What you will do:
Take from the listing each line that has the string "capacitance".

Data extracts:
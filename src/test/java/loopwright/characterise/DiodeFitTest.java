package loopwright.characterise;

import static loopwright.characterise.Records.diode;
import static loopwright.characterise.Records.forward;
import static loopwright.characterise.Records.none;
import static loopwright.characterise.Records.of;
import static org.assertj.core.api.Assertions.assertThat;
import static org.assertj.core.api.Assertions.assertThatThrownBy;
import static org.assertj.core.api.Assertions.within;

import java.util.List;
import java.util.Optional;
import loopwright.part.DiodeDatasheet;
import loopwright.part.DiodeModel;
import loopwright.part.DiodeParameters;
import org.junit.jupiter.api.Test;

/** Against Shockley's law (Bell System Technical Journal 28, 1949, 435–489) in closed form. */
class DiodeFitTest {
  /** kT/q at 25 °C with the constants of the SI of 2019, V. */
  private static final double THERMAL_VOLTAGE = 25.692579121e-3;

  private static final double NOTHING = Double.NaN;

  @Test
  void twoForwardVoltagesGiveSaturationCurrentAndIdeality() {
    FittedDiode fitted = DiodeFit.fit(diode(forward(1e-3, 0.6, NOTHING), forward(1e-2, 0.72, 1)));

    // n V_T ln 10 is the rise over a decade; the −1 of the law weighs 1e-5 at 1 mA.
    double ideality = 0.12 / (THERMAL_VOLTAGE * Math.log(10));
    assertThat(fitted.parameters().ideality()).isCloseTo(ideality, within(1e-5 * ideality));
    double saturation = 1e-3 / Math.expm1(0.6 / (fitted.parameters().ideality() * THERMAL_VOLTAGE));
    assertThat(fitted.parameters().saturationCurrent())
        .isCloseTo(saturation, within(1e-9 * saturation));
    assertThat(fitted.comparison())
        .hasSize(2)
        .allSatisfy(
            figure -> {
              assertThat(figure.use()).isEqualTo(FigureUse.SOLVED);
              assertThat(figure.returned()).isCloseTo(figure.printed(), within(1e-12));
            });
    assertThat(fitted.notes()).isEmpty();
  }

  @Test
  void oneForwardVoltageGoesWithAnIdealityOfOnePointEight() {
    DiodeParameters fitted = DiodeFit.fit(diode(forward(1e-2, 0.72, NOTHING))).parameters();

    assertThat(fitted.ideality()).isEqualTo(1.8);
    double saturation = 1e-2 / Math.expm1(0.72 / (1.8 * THERMAL_VOLTAGE));
    assertThat(fitted.saturationCurrent()).isCloseTo(saturation, within(1e-9 * saturation));
  }

  @Test
  void moreForwardVoltagesAreFittedByLeastSquares() {
    FittedDiode fitted =
        DiodeFit.fit(
            diode(
                forward(1e-3, 0.60, NOTHING),
                forward(1e-2, 0.72, NOTHING),
                forward(1e-1, 0.90, NOTHING)));

    // Equally spaced in ln I, so the slope is half the end-to-end rise: 0.15 V a decade; the mean
    // is at 10 mA.
    double ideality = 0.15 / (THERMAL_VOLTAGE * Math.log(10));
    assertThat(fitted.parameters().ideality()).isCloseTo(ideality, within(2e-4 * ideality));
    assertThat(fitted.comparison())
        .extracting(FigureComparison::use)
        .containsOnly(FigureUse.LEAST_SQUARES);
    assertThat(fitted.comparison().get(1).returned()).isCloseTo(0.74, within(1e-4));
  }

  @Test
  void theDropAcrossASeriesResistanceIsTakenOff() {
    DiodeModel model = model(NOTHING, 2, 5, NOTHING, NOTHING);
    DiodeParameters fitted =
        DiodeFit.fit(diode(Optional.of(model), sheet(forward(1e-2, 0.77, NOTHING)))).parameters();

    double saturation = 1e-2 / Math.expm1(0.72 / (2 * THERMAL_VOLTAGE));
    assertThat(fitted.seriesResistance()).isEqualTo(5);
    assertThat(fitted.saturationCurrent()).isCloseTo(saturation, within(1e-9 * saturation));
  }

  /** t_rr = τ ln 2 by charge control with equal currents (common practice, no source). */
  @Test
  void theRecoveryTimeGivesTheTransitTime() {
    FittedDiode fitted =
        DiodeFit.fit(
            diode(
                Optional.empty(),
                Optional.of(
                    new DiodeDatasheet(
                        List.of(forward(1e-2, 0.72, NOTHING)), of(2e-12), of(4e-9)))));

    assertThat(fitted.parameters().transitTime()).isCloseTo(5.77078e-9, within(5e-15));
    assertThat(fitted.parameters().capacitance()).isEqualTo(2e-12);
    assertThat(fitted.comparison().subList(1, 3))
        .allSatisfy(
            figure ->
                assertThat(figure.returned())
                    .isCloseTo(figure.printed(), within(1e-12 * figure.printed())));
  }

  @Test
  void whatTheModelStatesHolds() {
    DiodeModel model = model(1e-9, NOTHING, NOTHING, 3e-12, 1e-9);
    DiodeParameters fitted =
        DiodeFit.fit(
                diode(
                    Optional.of(model),
                    Optional.of(
                        new DiodeDatasheet(
                            List.of(forward(1e-3, 0.6, NOTHING), forward(1e-2, 0.72, NOTHING)),
                            of(2e-12),
                            of(4e-9)))))
            .parameters();

    assertThat(fitted.saturationCurrent()).isEqualTo(1e-9);
    assertThat(fitted.capacitance()).isEqualTo(3e-12);
    assertThat(fitted.transitTime()).isEqualTo(1e-9);
    assertThat(fitted.ideality()).isBetween(1.5, 2.0);
    assertThat(
            DiodeFit.fit(
                    diode(
                        Optional.of(model(2.5e-9, NOTHING, NOTHING, NOTHING, NOTHING)),
                        Optional.empty()))
                .parameters())
        .isEqualTo(new DiodeParameters(2.5e-9, 1, 0, 0, 0));
  }

  @Test
  void aMaximumAloneIsNotedAndNeverFitted() {
    FittedDiode fitted =
        DiodeFit.fit(diode(forward(1e-2, 0.72, NOTHING), forward(0.1, NOTHING, 1)));

    assertThat(fitted.parameters().ideality()).isEqualTo(1.8);
    assertThat(fitted.notes())
        .containsExactly(
            "Of the forward voltage at 100 mA only a maximum is printed, which is never fitted: a"
                + " typical value beside it is needed.");
    assertThatThrownBy(() -> DiodeFit.fit(diode(forward(1e-2, NOTHING, 1))))
        .isInstanceOf(FitException.class)
        .hasMessage(
            "Found no forward voltage with a typical value, expected one, or a saturation current"
                + " in the model.");
  }

  @Test
  void voltagesThatNoJunctionShowsAreRefused() {
    assertThatThrownBy(
            () -> DiodeFit.fit(diode(forward(1e-3, 0.72, NOTHING), forward(1e-2, 0.6, NOTHING))))
        .isInstanceOf(FitException.class)
        .hasMessage(
            "No junction gives forward voltage at 1 mA, 720 mV and forward voltage at 10 mA, 600"
                + " mV.");
  }

  private static Optional<DiodeDatasheet> sheet(DiodeDatasheet.ForwardVoltage voltage) {
    return Optional.of(new DiodeDatasheet(List.of(voltage), none(), none()));
  }

  private static DiodeModel model(
      double saturation, double ideality, double resistance, double capacitance, double transit) {
    return new DiodeModel(
        of(saturation), of(ideality), of(resistance), of(capacitance), of(transit));
  }
}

Written solution:
    assertThat(fitted.parameters().capacitance()).isEqualTo(2e-12);
    assertThat(fitted.capacitance()).isEqualTo(3e-12);
      double saturation, double ideality, double resistance, double capacitance, double transit) {
        of(saturation), of(ideality), of(resistance), of(capacitance), of(transit));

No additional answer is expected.